---------- Data ----------

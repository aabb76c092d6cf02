/**
 * `Offload Ledger: Choose Machine Profile`: a quick pick over the built-in profiles and the
 * profiles of the workspace's `offload-ledger.machines.json` (the server validates that file and
 * reports its errors; here only the names are listed).
 */
import * as vscode from 'vscode';
import { PRESETS } from '../../../server/src/core/machine/profiles';

const MACHINES_FILE = 'offload-ledger.machines.json';

async function workspaceProfiles(): Promise<{ name: string; description: string }[]> {
  const folder = vscode.workspace.workspaceFolders?.[0];
  if (!folder) return [];
  try {
    const bytes = await vscode.workspace.fs.readFile(vscode.Uri.joinPath(folder.uri, MACHINES_FILE));
    const data = JSON.parse(Buffer.from(bytes).toString('utf8')) as { profiles?: Record<string, { description?: string; preset?: string }> };
    return Object.entries(data.profiles ?? {}).map(([name, p]) => ({ name, description: p.description ?? `from ${MACHINES_FILE}${p.preset ? `, based on ${p.preset}` : ''}` }));
  } catch {
    return [];
  }
}

export async function chooseProfile(): Promise<void> {
  const config = vscode.workspace.getConfiguration('offloadLedger');
  const current = config.get<string>('profile');
  const mark = (name: string, text: string): string => (name === current ? `${text} (current)` : text);
  const items: vscode.QuickPickItem[] = [
    ...(await workspaceProfiles()).map((p) => ({ label: p.name, description: mark(p.name, p.description), detail: `workspace profile (${MACHINES_FILE})` })),
    ...Object.entries(PRESETS).map(([name, p]) => ({
      label: name,
      description: mark(name, p.description),
      detail: `host ${p.host} · device ${p.device} · link ${p.link}`,
    })),
  ];
  const pick = await vscode.window.showQuickPick(items, { title: 'Offload Ledger: machine profile for the estimates', placeHolder: current });
  if (!pick) return;
  // A workspace keeps its own choice when one is open; otherwise the choice is the user's.
  const target = vscode.workspace.workspaceFolders?.length ? vscode.ConfigurationTarget.Workspace : vscode.ConfigurationTarget.Global;
  await config.update('profile', pick.label, target);
}
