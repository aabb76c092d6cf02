/**
 * `Offload Ledger: Measure This Machine`: runs the bundled CLI's `calibrate --out <file>` (which
 * compiles and runs small bandwidth kernels) and points the `measuredHostProfile` setting at the
 * result. Running a compiler is code execution, so it is refused in untrusted workspaces.
 */
import { execFile } from 'node:child_process';
import * as vscode from 'vscode';

export async function measureMachine(context: vscode.ExtensionContext, output: vscode.OutputChannel): Promise<void> {
  if (!vscode.workspace.isTrusted) {
    void vscode.window.showWarningMessage('Offload Ledger: measuring this machine compiles and runs code, so it needs a trusted workspace.');
    return;
  }
  const compiler = vscode.workspace.getConfiguration('offloadLedger').get<string>('calibrate.compiler', '');
  const dir = context.globalStorageUri.fsPath;
  await vscode.workspace.fs.createDirectory(context.globalStorageUri);
  const out = vscode.Uri.joinPath(context.globalStorageUri, 'host-profile.json').fsPath;
  const cli = context.asAbsolutePath('server/dist/cli.js');
  const args = [cli, 'calibrate', '--out', out, ...(compiler ? ['--compiler', compiler] : [])];
  output.appendLine(`measure: ${process.execPath} ${args.join(' ')}`);
  const result = await vscode.window.withProgress(
    { location: vscode.ProgressLocation.Notification, title: 'Offload Ledger: measuring this machine', cancellable: true },
    (_progress, token) =>
      new Promise<{ code: number; stderr: string }>((resolve) => {
        // ELECTRON_RUN_AS_NODE makes VS Code's own executable behave as Node for the CLI.
        const child = execFile(process.execPath, args, { cwd: dir, env: { ...process.env, ELECTRON_RUN_AS_NODE: '1' }, maxBuffer: 16 * 1024 * 1024 }, (error, stdout, stderr) => {
          output.append(stdout);
          output.append(stderr);
          resolve({ code: error ? (typeof error.code === 'number' ? error.code : 1) : 0, stderr });
        });
        token.onCancellationRequested(() => child.kill());
      }),
  );
  if (result.code !== 0) {
    const last = result.stderr.trim().split('\n').pop() ?? 'no message';
    void vscode.window.showErrorMessage(`Offload Ledger: the measurement failed (${last}).`, 'Show Output').then((c) => c && output.show());
    return;
  }
  // A machine-scoped setting can only live in the user's settings.
  await vscode.workspace.getConfiguration('offloadLedger').update('measuredHostProfile', out, vscode.ConfigurationTarget.Global);
  void vscode.window.showInformationMessage(`Offload Ledger: host profile measured and saved to ${out}; the estimates now use it.`);
}
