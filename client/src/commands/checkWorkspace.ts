/** `Offload Ledger: Check Workspace`: runs the server's workspace check (with its own progress) and sums it up. */
import * as vscode from 'vscode';
import { ExecuteCommandRequest, type LanguageClient } from 'vscode-languageclient/node';
import { ServerCommands, type WorkspaceCheckResult } from '../../../server/src/lsp/protocol';

export function summary(r: WorkspaceCheckResult): string {
  const f = r.findings;
  const skipped = r.skipped.length > 0 ? `; ${r.skipped.length} skipped` : '';
  return `Offload Ledger checked ${r.files} file${r.files === 1 ? '' : 's'} in ${(r.milliseconds / 1000).toFixed(1)} s${r.cancelled ? ' (cancelled)' : ''}: ${f.error} errors, ${f.warning} warnings, ${f.info + f.hint} notes${skipped}.`;
}

export async function checkWorkspace(client: LanguageClient): Promise<WorkspaceCheckResult | undefined> {
  if (!vscode.workspace.workspaceFolders?.length) {
    void vscode.window.showInformationMessage('Offload Ledger: open a folder to check a workspace.');
    return undefined;
  }
  const result = (await client.sendRequest(ExecuteCommandRequest.type, { command: ServerCommands.checkWorkspace, arguments: [] })) as WorkspaceCheckResult;
  const choice = await vscode.window.showInformationMessage(summary(result), 'Show Problems');
  if (choice) await vscode.commands.executeCommand('workbench.actions.view.problems');
  return result;
}
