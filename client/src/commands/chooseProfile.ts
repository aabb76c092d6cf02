/** `Offload Ledger: Choose Machine Profile`: a quick pick over the built-in profiles. */
import * as vscode from 'vscode';
import { PRESETS } from '../../../server/src/core/machine/profiles';

export async function chooseProfile(): Promise<void> {
  const config = vscode.workspace.getConfiguration('offloadLedger');
  const current = config.get<string>('profile');
  const items = Object.entries(PRESETS).map(([name, p]) => ({
    label: name,
    description: name === current ? `${p.description} (current)` : p.description,
    detail: `host ${p.host} · device ${p.device} · link ${p.link}`,
  }));
  const pick = await vscode.window.showQuickPick(items, { title: 'Offload Ledger: machine profile for the estimates', placeHolder: current });
  if (!pick) return;
  // A workspace keeps its own choice when one is open; otherwise the choice is the user's.
  const target = vscode.workspace.workspaceFolders?.length ? vscode.ConfigurationTarget.Workspace : vscode.ConfigurationTarget.Global;
  await config.update('profile', pick.label, target);
}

----------

» Problem details: Retype the data in full, precisely as given.

» Solution for this problem:
repository aabb76c092d6cf02
/**
 * `Offload Ledger: Choose Machine Profile`: a quick pick over the built-in profiles and the
 * profiles of the workspace's `offload-ledger.machines.json` (the server validates that file and
 * reports its errors; here only the names are listed).
 */
import * as vscode from 'vscode';
import { PRESETS } from '../../../server/src/core/machine/profiles';

const MACHINES_FILE = 'offload-ledger.machines.json';

async function workspaceProfiles(): Promise<{ name: string; description: string }[]> {
  const folder = vscode.workspace.workspaceFolders?.[0];
  if (!folder) return [];
  try {
    const bytes = await vscode.workspace.fs.readFile(vscode.Uri.joinPath(folder.uri, MACHINES_FILE));
    const data = JSON.parse(Buffer.from(bytes).toString('utf8')) as { profiles?: Record<string, { description?: string; preset?: string }> };
    return Object.entries(data.profiles ?? {}).map(([name, p]) => ({ name, description: p.description ?? `from ${MACHINES_FILE}${p.preset ? `, based on ${p.preset}` : ''}` }));
  } catch {
    return [];
  }
}

export async function chooseProfile(): Promise<void> {
  const config = vscode.workspace.getConfiguration('offloadLedger');
  const current = config.get<string>('profile');
  const mark = (name: string, text: string): string => (name === current ? `${text} (current)` : text);
  const items: vscode.QuickPickItem[] = [
    ...(await workspaceProfiles()).map((p) => ({ label: p.name, description: mark(p.name, p.description), detail: `workspace profile (${MACHINES_FILE})` })),
    ...Object.entries(PRESETS).map(([name, p]) => ({
      label: name,
      description: mark(name, p.description),
      detail: `host ${p.host} · device ${p.device} · link ${p.link}`,
    })),
  ];
  const pick = await vscode.window.showQuickPick(items, { title: 'Offload Ledger: machine profile for the estimates', placeHolder: current });
  if (!pick) return;
  // A workspace keeps its own choice when one is open; otherwise the choice is the user's.
  const target = vscode.workspace.workspaceFolders?.length ? vscode.ConfigurationTarget.Workspace : vscode.ConfigurationTarget.Global;
  await config.update('profile', pick.label, target);
}
repository aabb76c092d6cf02
/**
 * `Offload Ledger: Measure This Machine`: runs the bundled CLI's `calibrate --out <file>` (which
 * compiles and runs small bandwidth kernels) and points the `measuredHostProfile` setting at the
 * result. Running a compiler is code execution, so it is refused in untrusted workspaces.
 */
import { execFile } from 'node:child_process';
import * as vscode from 'vscode';

export async function measureMachine(context: vscode.ExtensionContext, output: vscode.OutputChannel): Promise<void> {
  if (!vscode.workspace.isTrusted) {
    void vscode.window.showWarningMessage('Offload Ledger: measuring this machine compiles and runs code, so it needs a trusted workspace.');
    return;
  }
  const compiler = vscode.workspace.getConfiguration('offloadLedger').get<string>('calibrate.compiler', '');
  const dir = context.globalStorageUri.fsPath;
  await vscode.workspace.fs.createDirectory(context.globalStorageUri);
  const out = vscode.Uri.joinPath(context.globalStorageUri, 'host-profile.json').fsPath;
  const cli = context.asAbsolutePath('server/dist/cli.js');
  const args = [cli, 'calibrate', '--out', out, ...(compiler ? ['--compiler', compiler] : [])];
  output.appendLine(`measure: ${process.execPath} ${args.join(' ')}`);
  const result = await vscode.window.withProgress(
    { location: vscode.ProgressLocation.Notification, title: 'Offload Ledger: measuring this machine', cancellable: true },
    (_progress, token) =>
      new Promise<{ code: number; stderr: string }>((resolve) => {
        // ELECTRON_RUN_AS_NODE makes VS Code's own executable behave as Node for the CLI.
        const child = execFile(process.execPath, args, { cwd: dir, env: { ...process.env, ELECTRON_RUN_AS_NODE: '1' }, maxBuffer: 16 * 1024 * 1024 }, (error, stdout, stderr) => {
          output.append(stdout);
          output.append(stderr);
          resolve({ code: error ? (typeof error.code === 'number' ? error.code : 1) : 0, stderr });
        });
        token.onCancellationRequested(() => child.kill());
      }),
  );
  if (result.code !== 0) {
    const last = result.stderr.trim().split('\n').pop() ?? 'no message';
    void vscode.window.showErrorMessage(`Offload Ledger: the measurement failed (${last}).`, 'Show Output').then((c) => c && output.show());
    return;
  }
  // A machine-scoped setting can only live in the user's settings.
  await vscode.workspace.getConfiguration('offloadLedger').update('measuredHostProfile', out, vscode.ConfigurationTarget.Global);
  void vscode.window.showInformationMessage(`Offload Ledger: host profile measured and saved to ${out}; the estimates now use it.`);
}
filename client/src/commands/checkWorkspace.ts
/** `Offload Ledger: Check Workspace`: runs the server's workspace check (with its own progress) and sums it up. */
import * as vscode from 'vscode';
import { ExecuteCommandRequest, type LanguageClient } from 'vscode-languageclient/node';
import { ServerCommands, type WorkspaceCheckResult } from '../../../server/src/lsp/protocol';

export function summary(r: WorkspaceCheckResult): string {
  const f = r.findings;
  const skipped = r.skipped.length > 0 ? `; ${r.skipped.length} skipped` : '';
  return `Offload Ledger checked ${r.files} file${r.files === 1 ? '' : 's'} in ${(r.milliseconds / 1000).toFixed(1)} s${r.cancelled ? ' (cancelled)' : ''}: ${f.error} errors, ${f.warning} warnings, ${f.info + f.hint} notes${skipped}.`;
}

export async function checkWorkspace(client: LanguageClient): Promise<WorkspaceCheckResult | undefined> {
  if (!vscode.workspace.workspaceFolders?.length) {
    void vscode.window.showInformationMessage('Offload Ledger: open a folder to check a workspace.');
    return undefined;
  }
  const result = (await client.sendRequest(ExecuteCommandRequest.type, { command: ServerCommands.checkWorkspace, arguments: [] })) as WorkspaceCheckResult;
  const choice = await vscode.window.showInformationMessage(summary(result), 'Show Problems');
  if (choice) await vscode.commands.executeCommand('workbench.actions.view.problems');
  return result;
}
filename client/src/commands/chooseProfile.ts
repository aabb76c092d6cf02
/** `Offload Ledger: Choose Machine Profile`: a quick pick over the built-in profiles. */
import * as vscode from 'vscode';
import { PRESETS } from '../../../server/src/core/machine/profiles';

export async function chooseProfile(): Promise<void> {
  const config = vscode.workspace.getConfiguration('offloadLedger');
  const current = config.get<string>('profile');
  const items = Object.entries(PRESETS).map(([name, p]) => ({
    label: name,
    description: name === current ? `${p.description} (current)` : p.description,
    detail: `host ${p.host} · device ${p.device} · link ${p.link}`,
  }));
  const pick = await vscode.window.showQuickPick(items, { title: 'Offload Ledger: machine profile for the estimates', placeHolder: current });
  if (!pick) return;
  // A workspace keeps its own choice when one is open; otherwise the choice is the user's.
  const target = vscode.workspace.workspaceFolders?.length ? vscode.ConfigurationTarget.Workspace : vscode.ConfigurationTarget.Global;
  await config.update('profile', pick.label, target);
}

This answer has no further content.